# Only had one bite today, but it was a good one.



## richg99

I haven't caught a Smallmouth Bass in 19 years. And the last one was off of a rocky flat on a Southern Wisconsin lake.

This 17-inch was sitting on a sandy beach-like island shore. No rocks anywhere to be seen in the one or two-foot shallow water. The "magic time" was between 10 and 12 today, and it hit at 10:15. Strangely, it sucked in a Wacky Rigged Senko, just like the largemouth bass have been doing. 

It pulled enough to make me believe that I had either the largest LM bass that I had ever caught, (It pulled far more than the 21 inch LM bass from a week or so ago), or it was a big catfish. Neither was true. Loved the fight.

Let's do it again! rich


----------



## Jim

Awesome Fish! The fight blows away a largemouth bass fight.


----------



## overboard

Nice smallie Rich, yea they sure can put up a battle compared to those green carp you've been catching, (AKA LM bass)!  :lol:


----------



## richg99

Never thought I'd say this, but it pulled almost as hard as a redfish of similar size.


----------



## onthewater102

Luv smallies


----------



## handyandy

smallies are probably what I spend the most time chasing species wise, enough so my boat is pretty well dedicated with a jet on it now for smallie rivers.


----------



## WV1951

richg99 said:


> Never thought I'd say this, but it pulled almost as hard as a redfish of similar size.
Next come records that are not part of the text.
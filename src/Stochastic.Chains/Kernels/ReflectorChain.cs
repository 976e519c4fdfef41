using System.Runtime.CompilerServices;
using System.Runtime.InteropServices;
using System.Runtime.Intrinsics;

namespace Stochastic.Chains.Kernels;

/// <summary>
/// A run of small reflectors, each on three neighboring rows and one row below the one before, as a bulge leaves them behind when it
/// is chased down a Hessenberg matrix; the last may be on two rows only. Kept together so that a table is read and written once for
/// all of them: sixteen columns side by side, three rows of them in registers.
/// </summary>
internal sealed class ReflectorChain(int capacity)
{
    private const int Lanes = 16;

    private readonly Factors[] _reflectors = new Factors[capacity];
    private readonly double[] _panel = new double[(capacity + 2) * Lanes];
    private int _count;
    private int _firstRow;
    private bool _endsInPair;

    private int RowCount => _count + (_endsInPair ? 1 : 2);

    /// <summary>Empties the chain; its next reflector starts at this row.</summary>
    internal void Restart(int firstRow)
    {
        _firstRow = firstRow;
        _count = 0;
        _endsInPair = false;
    }

    /// <summary>Adds I − β v vᵀ with v = (1, second, third).</summary>
    internal void Add(double beta, double second, double third) =>
        _reflectors[_count++] = new Factors(beta, beta * second, beta * third, -second, -third);

    /// <summary>Adds I − β v vᵀ with v = (1, second); nothing can follow.</summary>
    internal void AddPair(double beta, double second)
    {
        Add(beta, second, 0);
        _endsInPair = true;
    }

    /// <summary>Multiplies from the left: the rows of the chain, in so many columns from the given one on.</summary>
    internal void ApplyToRows(Span<double> table, int stride, int column, int width)
    {
        if (_count == 0 || width <= 0)
        {
            return;
        }

        var rows = table.Slice((_firstRow * stride) + column, ((RowCount - 1) * stride) + width);
        var done = 0;
        for (; done + Lanes <= width; done += Lanes)
        {
            Reflect(rows[done..], stride);
        }

        if (done < width)
        {
            ReflectRest(rows[done..], stride, width - done);
        }
    }

    /// <summary>Multiplies from the right: the columns of the chain, in the rows from 0 up to the given one.</summary>
    internal void ApplyToColumns(Span<double> table, int stride, int rows)
    {
        if (_count == 0)
        {
            return;
        }

        var columns = RowCount;
        for (var done = 0; done < rows; done += Lanes)
        {
            var height = Math.Min(Lanes, rows - done);
            for (var lane = 0; lane < height; lane++)
            {
                var row = table.Slice(((done + lane) * stride) + _firstRow, columns);
                for (var column = 0; column < row.Length; column++)
                {
                    _panel[(column * Lanes) + lane] = row[column];
                }
            }

            Reflect(_panel, Lanes);
            for (var lane = 0; lane < height; lane++)
            {
                var row = table.Slice(((done + lane) * stride) + _firstRow, columns);
                for (var column = 0; column < row.Length; column++)
                {
                    row[column] = _panel[(column * Lanes) + lane];
                }
            }
        }
    }

    private void ReflectRest(Span<double> rows, int stride, int width)
    {
        for (var row = 0; row < RowCount; row++)
        {
            rows.Slice(row * stride, width).CopyTo(_panel.AsSpan(row * Lanes, Lanes));
        }

        Reflect(_panel, Lanes);
        for (var row = 0; row < RowCount; row++)
        {
            _panel.AsSpan(row * Lanes, width).CopyTo(rows.Slice(row * stride, width));
        }
    }

    private void Reflect(Span<double> rows, int stride)
    {
        // Checked once here; the loop below then needs no check of its own.
        ref var row = ref MemoryMarshal.GetReference(rows[..(((RowCount - 1) * stride) + Lanes)]);
        var (a0, a1, a2, a3) = Load(ref row);
        var (b0, b1, b2, b3) = Load(ref Unsafe.Add(ref row, stride));
        var triples = _reflectors.AsSpan(0, _endsInPair ? _count - 1 : _count);
        foreach (ref readonly var reflector in triples)
        {
            var (c0, c1, c2, c3) = Load(ref Unsafe.Add(ref row, 2 * stride));
            var beta = Vector256.Create(reflector.Beta);
            var betaSecond = Vector256.Create(reflector.BetaSecond);
            var betaThird = Vector256.Create(reflector.BetaThird);
            var w0 = Vector256.MultiplyAddEstimate(betaSecond, b0, Vector256.MultiplyAddEstimate(beta, a0, betaThird * c0));
            var w1 = Vector256.MultiplyAddEstimate(betaSecond, b1, Vector256.MultiplyAddEstimate(beta, a1, betaThird * c1));
            var w2 = Vector256.MultiplyAddEstimate(betaSecond, b2, Vector256.MultiplyAddEstimate(beta, a2, betaThird * c2));
            var w3 = Vector256.MultiplyAddEstimate(betaSecond, b3, Vector256.MultiplyAddEstimate(beta, a3, betaThird * c3));
            Store(ref row, a0 - w0, a1 - w1, a2 - w2, a3 - w3);
            var second = Vector256.Create(reflector.MinusSecond);
            a0 = Vector256.MultiplyAddEstimate(second, w0, b0);
            a1 = Vector256.MultiplyAddEstimate(second, w1, b1);
            a2 = Vector256.MultiplyAddEstimate(second, w2, b2);
            a3 = Vector256.MultiplyAddEstimate(second, w3, b3);
            var third = Vector256.Create(reflector.MinusThird);
            b0 = Vector256.MultiplyAddEstimate(third, w0, c0);
            b1 = Vector256.MultiplyAddEstimate(third, w1, c1);
            b2 = Vector256.MultiplyAddEstimate(third, w2, c2);
            b3 = Vector256.MultiplyAddEstimate(third, w3, c3);
            row = ref Unsafe.Add(ref row, stride);
        }

        if (_endsInPair)
        {
            ref readonly var reflector = ref _reflectors[_count - 1];
            var beta = Vector256.Create(reflector.Beta);
            var betaSecond = Vector256.Create(reflector.BetaSecond);
            var second = Vector256.Create(reflector.MinusSecond);
            var w0 = Vector256.MultiplyAddEstimate(betaSecond, b0, beta * a0);
            var w1 = Vector256.MultiplyAddEstimate(betaSecond, b1, beta * a1);
            var w2 = Vector256.MultiplyAddEstimate(betaSecond, b2, beta * a2);
            var w3 = Vector256.MultiplyAddEstimate(betaSecond, b3, beta * a3);
            (a0, a1, a2, a3) = (a0 - w0, a1 - w1, a2 - w2, a3 - w3);
            b0 = Vector256.MultiplyAddEstimate(second, w0, b0);
            b1 = Vector256.MultiplyAddEstimate(second, w1, b1);
            b2 = Vector256.MultiplyAddEstimate(second, w2, b2);
            b3 = Vector256.MultiplyAddEstimate(second, w3, b3);
        }

        Store(ref row, a0, a1, a2, a3);
        Store(ref Unsafe.Add(ref row, stride), b0, b1, b2, b3);
    }

    [MethodImpl(MethodImplOptions.AggressiveInlining)]
    private static (Vector256<double> First, Vector256<double> Second, Vector256<double> Third, Vector256<double> Fourth) Load(ref double row) =>
        (Vector256.LoadUnsafe(ref row), Vector256.LoadUnsafe(ref row, 4), Vector256.LoadUnsafe(ref row, 8), Vector256.LoadUnsafe(ref row, 12));

    [MethodImpl(MethodImplOptions.AggressiveInlining)]
    private static void Store(ref double row, Vector256<double> first, Vector256<double> second, Vector256<double> third, Vector256<double> fourth)
    {
        first.StoreUnsafe(ref row);
        second.StoreUnsafe(ref row, 4);
        third.StoreUnsafe(ref row, 8);
        fourth.StoreUnsafe(ref row, 12);
    }

    private readonly record struct Factors(double Beta, double BetaSecond, double BetaThird, double MinusSecond, double MinusThird);
}
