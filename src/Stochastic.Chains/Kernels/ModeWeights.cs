namespace Stochastic.Chains.Kernels;

/// <summary>
/// The Poisson and the binomial law as weights relative to the largest, found by quotients of neighbours from the mode outwards, so that nothing
/// under- or overflows whatever the mean (Fox and Glynn 1988, Communications of the ACM 31, 440–445). Quotients of neighbours only fall from the
/// mode outwards, so what lies beyond the last weight is at most a geometric series.
/// </summary>
/// <remarks>Relative to the mode, the weight k is off by at most |k − mode| · <see cref="RoundingsPerQuotient"/> roundings.</remarks>
internal sealed class ModeWeights
{
    internal const int RoundingsPerQuotient = 6;

    private readonly double[] _weights;
    private readonly Func<long, double> _upward;
    private readonly double _beyondFirst;

    /// <param name="mode">Where the weight is 1.</param>
    /// <param name="upward">The quotient of the weight k + 1 and the weight k; 0 from the last one on.</param>
    /// <param name="downward">The quotient of the weight k − 1 and the weight k.</param>
    /// <param name="smallest">Weights below it are left out.</param>
    private ModeWeights(long mode, Func<long, double> upward, Func<long, double> downward, double smallest)
    {
        _upward = upward;
        var below = Walk(mode, -1, downward, smallest);
        var above = Walk(mode, 1, upward, smallest);
        below.Reverse();
        _weights = [.. below, 1, .. above];
        First = mode - below.Count;
        Mode = mode;
        _beyondFirst = First == 0 ? 0 : Beyond(_weights[0], downward(First));
        Sum = CompensatedSum.Of(_weights);
    }

    /// <summary>The number that the first weight belongs to.</summary>
    internal long First { get; }

    internal long Mode { get; }

    internal long Last => First + _weights.Length - 1;

    /// <summary>The sum of all weights that are kept.</summary>
    internal double Sum { get; }

    internal ReadOnlySpan<double> Values => _weights;

    /// <summary>The most quotients that lie between a weight and the mode.</summary>
    internal long Reach => Math.Max(Mode - First, Last - Mode);

    /// <summary>A bound on the sum of all weights that were left out on either side.</summary>
    internal double LeftOut => _beyondFirst + BeyondWeight(Last);

    /// <summary>The weight of a number; 0 where none is kept.</summary>
    internal double this[long number] => number >= First && number <= Last ? _weights[number - First] : 0;

    /// <summary>The weights of the Poisson law.</summary>
    /// <param name="mean">The mean, 0 or more.</param>
    /// <param name="smallest">Weights below it, relative to the largest, are left out.</param>
    internal static ModeWeights Poisson(double mean, double smallest) =>
        new((long)mean, number => mean / (number + 1), number => number / mean, smallest);

    /// <summary>The weights of the binomial law.</summary>
    /// <param name="trials">The number of trials.</param>
    /// <param name="probability">The probability of success, from 0 to 1.</param>
    /// <param name="smallest">Weights below it, relative to the largest, are left out.</param>
    internal static ModeWeights Binomial(long trials, double probability, double smallest)
    {
        if (probability == 0 || probability >= 1)
        {
            return new(probability == 0 ? 0 : trials, _ => 0, _ => 0, smallest);
        }

        var odds = probability / (1 - probability);
        var mode = Math.Min(trials, (long)((trials + 1.0) * probability));
        return new(mode, number => (trials - number) / (number + 1.0) * odds, number => number / (trials - number + 1.0) / odds, smallest);
    }

    /// <summary>A bound on the sum of all weights before the first and after a number that lies at the mode or above.</summary>
    internal double LeftOutAfter(long number) => _beyondFirst + BeyondWeight(number);

    /// <summary>The sum of the weights kept after a number.</summary>
    internal double SumAfter(long number) => number >= Last ? 0 : CompensatedSum.Of(_weights.AsSpan((int)(Math.Max(number + 1, First) - First)));

    private static List<double> Walk(long mode, int direction, Func<long, double> quotient, double smallest)
    {
        var weights = new List<double>();
        var weight = 1.0;
        for (var number = mode; direction > 0 || number > 0; number += direction)
        {
            weight *= quotient(number);
            if (!(weight >= smallest))
            {
                break;
            }

            weights.Add(weight);
        }

        return weights;
    }

    private double BeyondWeight(long number) => Beyond(this[number], _upward(number));

    /// <summary>The sum of a series that starts at weight · quotient and falls at least that fast, inflated for its own rounding.</summary>
    private static double Beyond(double weight, double quotient) => quotient == 0 ? 0
        : quotient < 1 ? weight * quotient / (1 - quotient) * (1 + 1e-6) : double.PositiveInfinity;
}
Do you have lotsa redfish places near you in Houston? I have done Rockport a couple of times, and what a hoot.


----------



## richg99

Yep. I am 80 Miles from some great flats. Cery few fish, pound for pound, can out-pull a redfish.


----------



## WV1951

richg99 said:


> Yep. I am 80 Miles from some great flats. Cery few fish, pound for pound, can out-pull a redfish.



I would say a bluefish and a ladyfish would pull harder pound for pound. Ladyfish gives the best aerial show I have seen. Caught a snook in the Ft.Pierce inlet with out going tide. Wow! Double wow! But the current probably had a lot to do with it.


----------



## richg99

Ladyfish....Nahhhhhhhh! Great aerial display, no power.

I've caught a 7 lb. Bonefish....THAT one, probably, pound for pound, beats a redfish.

A decent sized Jack Crevalle will beat a redfish, pound for pound. 

A big Striper will pull hard, but a 40 lb striper can't be compared to a 10 lb redfish.

A big tarpon is a mighty beast, but no way a 10 lb. tarpon will OUTPULL a 10 lb. red.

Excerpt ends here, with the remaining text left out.